Our research has several limitations. Specially, our conclusions are primarily based on the analysis of existing databases. To further confirm the role of the LDHAP5 pseudogene at the in vivo and in vitro level, we need to construct ovarian cancer cell lines that differentially express LDHAP5, with clinical pathological specimens from ovarian cancer patients also used to verify our findings. EGFR antagonists (e.g., gefitinib, lapatinib, erlotinib) have been used in a variety of cancers, including pancreatic, small cell lung, and colorectal cancer [42,43,44]. Once our research is successfully validated, it may be used in ovarian cancer in the future.
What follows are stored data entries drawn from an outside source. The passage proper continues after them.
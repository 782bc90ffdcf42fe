import { useEffect } from 'react';
import { Caution } from '../../components/ui/Caution';
import { DayCurve } from '../../drawings/DayCurve';
import type { SharedSite } from '../../schemas/api/share';
import { lifeCard, monthCard, yearCard } from './cards';
import { dayHours } from './day-hours';
import { LINK_OVER } from './SharedRoof';
import { dayLabel } from './TodaySheet';
import { useShared } from './use-shared';
import { customerWords, heardAt } from '../../words/customer-sentences';
import { sharedScreen } from '../../words/shared-page';

/** A screen that runs for months takes a new build of the page twice a day. */
const RELOAD_AFTER_MS = 12 * 3_600_000;

/** The same as SharedRoof for a screen in a lobby, read from some metres; light by day at the roof, dark by night. */
export function SharedScreen({ token, initial }: { token: string; initial: SharedSite }) {
  const { site, ended, late } = useShared(token, initial);
  const { now, timeZone } = site;
  useEffect(() => {
    document.documentElement.dataset.theme = now.daylight ? 'light' : 'dark';
  }, [now.daylight]);
  useEffect(() => {
    // only while the server answers: a screen that shows its last reading is better than one that shows none
    if (Date.parse(now.at) - Date.parse(initial.now.at) > RELOAD_AFTER_MS) window.location.reload();
  }, [now.at, initial.now.at]);
  if (ended)
    return (
      <main id="main" tabIndex={-1} className="grid min-h-dvh content-center px-[4vw] outline-none">
        <h1 className="text-[clamp(30px,4vw,84px)] leading-[1.1] tracking-[-0.03em]">{LINK_OVER.title}</h1>
        <p className="mt-[1vw] text-[clamp(17px,1.6vw,36px)] leading-[1.35] text-ink-2">
          {LINK_OVER.sentence}
        </p>
      </main>
    );
  const words = customerWords(now, site.today, timeZone, site, 'anybody');
  const curve = dayHours(site.today, now.at);
  const label = dayLabel(site.today);
  return (
    <div className="flex min-h-dvh flex-col lg:h-dvh gap-[clamp(16px,1.6vw,36px)] px-[clamp(16px,3.2vw,72px)] py-[clamp(16px,2vw,44px)]">
      <header className="flex flex-wrap items-baseline justify-between gap-x-8 text-[clamp(16px,1.35vw,30px)] leading-[1.3]">
        <span className="font-semibold tracking-[-0.02em]">{site.name}</span>
        <span className="text-ink-2">
          {sharedScreen.lookedAfterByOrganisation(site.organisation, late, heardAt(now), now.at, timeZone)}
        </span>
      </header>
      <main
        id="main"
        tabIndex={-1}
        className="flex flex-1 flex-col lg:min-h-0 gap-[clamp(16px,1.6vw,36px)] outline-none"
      >
        <div>
          <h1 className="text-[clamp(30px,3.5vw,76px)] leading-[1.1] tracking-[-0.03em]">{words.heading}</h1>
          <p className="mt-[0.6em] max-w-[72ch] text-[clamp(17px,1.45vw,32px)] leading-[1.35] text-ink-2">
            {words.sentences.join(' ')}
          </p>
        </div>
        {words.caution && (
          <div className="[&_aside_svg]:h-[0.9em] [&_aside_svg]:w-[1em] [&_aside]:text-[clamp(16px,1.35vw,30px)] [&_aside]:leading-[1.35]">
            <Caution strong={words.caution.strong}>{words.caution.rest}</Caution>
          </div>
        )}
        <section
          aria-label={sharedScreen.today}
          className="flex flex-1 flex-col justify-center lg:min-h-[28vh] border-b border-t-2 border-b-rule border-t-ink bg-sheet px-[1vw] py-[0.8vw]"
        >
          <div className="hidden sm:block lg:min-h-0 lg:flex-1 lg:[&_svg]:!h-full">
            <DayCurve {...curve} label={label} width={1000} height={285} />
          </div>
          <div className="sm:hidden">
            <DayCurve {...curve} label={label} width={360} height={210} />
          </div>
          <p className="mt-1 px-1 text-[clamp(13px,1vw,22px)] leading-[1.3] text-ink-2">
            {sharedScreen.todaySolidWhatWas}
          </p>
        </section>
        <dl className="grid gap-[clamp(12px,1.6vw,36px)] sm:grid-cols-3">
          {[monthCard(site.month), yearCard(site.year, site.life), lifeCard(site.life)].map((card) => (
            <div key={card.label} className="border-t-2 border-t-ink pt-[0.6vw]">
              <dt className="text-[clamp(14px,1.1vw,24px)] leading-[1.3] text-ink-2">{card.label}</dt>
              <dd>
                <span className="block text-[clamp(28px,2.9vw,64px)] font-semibold leading-[1.15] tracking-[-0.02em]">
                  {card.figure}
                </span>
                <span className="block text-[clamp(14px,1.1vw,24px)] leading-[1.3] text-ink-2">
                  {card.note}
                </span>
              </dd>
            </div>
          ))}
        </dl>
      </main>
    </div>
  );
}
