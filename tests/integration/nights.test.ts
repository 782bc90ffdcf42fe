import { afterAll, beforeAll, describe, expect, it } from 'vitest';
import type { SeededSite } from '../../seeds/plant/seeded';
import type { Actor } from '../../src/domain/access/permissions';
import { asActor, asIngest } from '../../src/server/db/transaction';
import { dueDay } from '../../src/server/jobs/nights-due';
import { judgeNight } from '../../src/server/jobs/output-night';
import { readNightSeries } from '../../src/server/jobs/plane-series';
import { staysOf } from '../../src/server/queries/as-built-history';
import { outputDaysOf } from '../../src/server/queries/output-days';
import { seriesSite } from '../../src/server/queries/output-site';
import { readLowOutput } from '../../src/server/services/low-output';
import { readExplanations } from '../../src/server/services/string-explanations';
import { readHistory } from '../../src/server/services/string-history';
import { readString } from '../../src/server/services/string-page';
import { testDatabase, type TestDatabase } from '../support/database';
import { testFleet, type TestFleet } from '../support/fleet';

/** Nights at their edges: one string on its plane, the day of 25 hours, a unit replaced yesterday, a month without data. */
const SITE = 'Weirside Clinic';
const LAST = '2026-10-25'; // clocks go back in Europe: 25 hours
let db: TestDatabase;
let fleet: TestFleet;
let site: SeededSite;
let lonely: { id: number; ref: string; slots: number; name: string };

const dayOf = (back: number): string =>
  new Date(Date.parse(`${LAST}T00:00Z`) - back * 86_400_000).toISOString().slice(0, 10);

beforeAll(async () => {
  db = await testDatabase();
  fleet = await testFleet(db, [SITE], Date.parse('2026-06-01T00:00Z') / 1000);
  site = fleet.site(SITE);
  await db.owner.query(
    `update site set stage = 'operating', time_zone = 'Europe/Berlin', latitude = 48, longitude = 11, report_interval_s = 60`,
  );
  const { rows } = await db.owner.query<typeof lonely>(
    `select id, ref, slots, name from string where site_id = $1 and kind = 'monitored' order by id limit 1`,
    [site.id],
  );
  lonely = rows[0]!;
  // it alone stays on its plane, which has a sensor
  await db.owner.query(
    `with other as (insert into plane (site_id, name, surface_tilt, surface_azimuth) values ($1, 'Other', 10, 180) returning id)
     update string set plane_id = other.id from other where site_id = $1 and string.id <> $2`,
    [site.id, lonely.id],
  );
  await db.owner.query(
    `update sensor set kind = 'poa_global', plane_id = (select plane_id from string where id = $2) where site_id = $1`,
    [site.id, lonely.id],
  );
  await db.owner.query(`select ensure_days('2026-10-15', '2026-10-26')`);
  // eight bright days; its modules give six tenths of what they should on the last four
  await db.owner.query(
    `with sun as (
       select t, greatest(0, 900 * sin(pi() * (extract(hour from t at time zone 'UTC') - 6.5) / 10)) as poa,
         case when t >= timestamptz '2026-10-21 22:00Z' then 0.6 else 0.95 end as share
       from generate_series(timestamptz '2026-10-17 07:00Z', timestamptz '2026-10-25 22:45Z', interval '15 min') t
       where extract(hour from t at time zone 'UTC') between 7 and 16),
     light as (
       insert into weather_frame (at, sensor_id, irradiance, temperature_module)
       select t, n.id, poa, 250 from sun, (select min(id) as id from sensor where site_id = $2) n),
     kind as (select sum(m.vmp_ref * m.imp_ref) as p, count(*) as n from slot sl join module_type m on m.id = sl.module_type_id where sl.string_id = $1)
     insert into string_quarter (at, string_id, frames, voltage_avg, voltage_min, voltage_max, energy, unit_voltage, unit_current)
     select t, $1, 15, 3400 * n, 3400 * n, 3400 * n, round(p * poa / 1000 * share * 0.98 * 150),
       array_fill(3400::int2, array[n::int]),
       array_fill(round(p * poa / 1000 * share * 0.98 / (34.0 * n) * 1000)::int2, array[n::int])
     from sun, kind`,
    [lonely.id, site.id],
  );
});
afterAll(() => db.drop());

describe('a night at its edges', () => {
  it('a local day of 25 hours has a hundred quarters, the day before ninety-six', async () => {
    const facts = (await asIngest((tx) => seriesSite(tx, site.id, LAST)))!;
    const series = await asIngest((tx) => readNightSeries(tx, facts, LAST, 3));
    expect(series.days).toEqual([dayOf(2), dayOf(1), LAST]);
    const quarters = series.boundsS.slice(1).map((s, i) => (s - series.boundsS[i]!) / 900);
    expect(quarters).toEqual([96, 96, 100]);
    expect(series.steps).toBe(292);
  });

  it('a site’s day is due after its own sunset and when it is summed up, each once', () => {
    const place = { id: 1, timeZone: 'Europe/Berlin', latitude: 48, longitude: 11, altitude: 0 };
    const s = (iso: string): number => Date.parse(iso) / 1000;
    const days = [
      { day: dayOf(1), fromS: s('2026-10-23T22:00Z'), toS: s('2026-10-24T22:00Z') },
      { day: LAST, fromS: s('2026-10-24T22:00Z'), toS: s('2026-10-25T23:00Z') },
    ];
    const due = (judged: string | null, now: string, rolled = now): string | null =>
      dueDay({ ...place, judged, days }, s(now), s(rolled));
    expect(due(null, '2026-10-25T12:00Z')).toBe(dayOf(1));
    expect(due(dayOf(1), '2026-10-25T12:00Z')).toBeNull();
    expect(due(dayOf(1), '2026-10-25T17:00Z')).toBe(LAST);
    expect(due(dayOf(1), '2026-10-25T17:00Z', '2026-10-25T14:00Z')).toBeNull();
    expect(due(LAST, '2026-10-25T20:00Z')).toBeNull();
  });

  it('a string alone on its plane is held against the model, and that is said; a replaced unit is no weak one', async () => {
    await db.owner.query(
      `update placement set placed_to = $2 from slot where slot.id = placement.slot_id and slot.string_id = $1 and slot.position = 1`,
      [lonely.id, new Date('2026-10-24T12:00Z')],
    );
    await db.owner.query(
      `with unit as (insert into unit (organisation_id, unit_type_id, serial)
         select organisation_id, unit_type_id, 'NEWUNIT1' from unit limit 1 returning id)
       insert into placement (site_id, unit_id, slot_id, placed_from)
       select $2, unit.id, slot.id, $3 from unit, slot where slot.string_id = $1 and slot.position = 1`,
      [lonely.id, site.id, new Date('2026-10-24T12:00Z')],
    );
    const done = await judgeNight(site.id, LAST, new Date('2026-10-25T18:00Z'));
    expect(done).toMatchObject({ low: 1 });
    const [day] = await asIngest((tx) => outputDaysOf(tx, lonely.id, { from: LAST, to: LAST }));
    expect(day).toMatchObject({ outcome: 'low', method: 'model' });
    expect(day?.ratio).toBeCloseTo(0.59, 1);
    const { rows } = await db.owner.query<{ kind: string; evidence: string; since: Date }>(
      `select kind, evidence, since from cause where site_id = $1`,
      [site.id],
    );
    expect(rows).toMatchObject([{ kind: 'low_output' }]);
    expect(rows[0]?.evidence).toContain('its own model');
    expect(rows[0]?.since).toEqual(new Date('2026-10-21T22:00Z'));
  });

  it('the pages say the same: held against the model, the day of 25 hours whole, the unit of yesterday', async () => {
    const at = new Date('2026-10-25T18:00Z');
    const actor: Actor = { ...(await fleet.actor('analyst@lowfield.example')), sites: 'all' };
    const [listed] = (await asActor(actor, (tx) => readLowOutput(tx, at))).rows;
    expect(listed).toMatchObject({ string: { name: lonely.name }, method: 'model', since: '2026-10-22' });
    const explained = await asActor(actor, (tx) => readExplanations(tx, lonely.ref, { on: LAST }, at));
    expect(explained).toMatchObject({ day: LAST, outcome: 'low', method: 'model', weak: [] });
    const day = await asActor(actor, (tx) =>
      readHistory(tx, lonely.ref, { range: 'day', quantity: 'voltage', on: LAST }, at),
    );
    expect([day.to - day.from, day.resolution]).toEqual([25 * 3600, 'quarter']);
    expect(day.values.filter((v) => v !== null)).toHaveLength(40);
    const page = await asActor(actor, (tx) => readString(tx, lonely.ref, at));
    expect(page.string.slots[0]).toMatchObject({ position: 1, serial: 'NEWUNIT1' });
    // what the unit before it did is its own
    const stays = await asActor(actor, (tx) => staysOf(tx, actor.organisationId, 'NEWUNIT1'));
    expect(stays).toMatchObject([{ position: 1, from: '2026-10-24T12:00:00.000Z', to: null }]);
  });

  it('strings without a month of data are not told, and say why', async () => {
    const { rows } = await db.owner.query<{ outcome: string; words: string }>(
      `select distinct outcome, regexp_replace(finding ->> 'words', '^[^:]*: ', '') as words from output_day where string_id <> $1`,
      [lonely.id],
    );
    expect(rows).toEqual([
      { outcome: 'cant_tell', words: '0 days with enough sun left to compare, 3 are needed' },
    ]);
  });
});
With continuing research, more pseudogene functions and corresponding mechanisms will be revealed, which could help in the identification of novel biomarkers, development of specific drug design, and the adoption of personalized treatment in the future.

Conclusions

This study is the first to report on the high expression of the LDHAP5 pseudogene in ovarian serous cystadenocarcinoma, which may lead to poor prognosis via its targeting of EGFR. Thus, LDHAP5 may serve as a new therapeutic target, and improve the prognosis of patients with ovarian cancer in the future.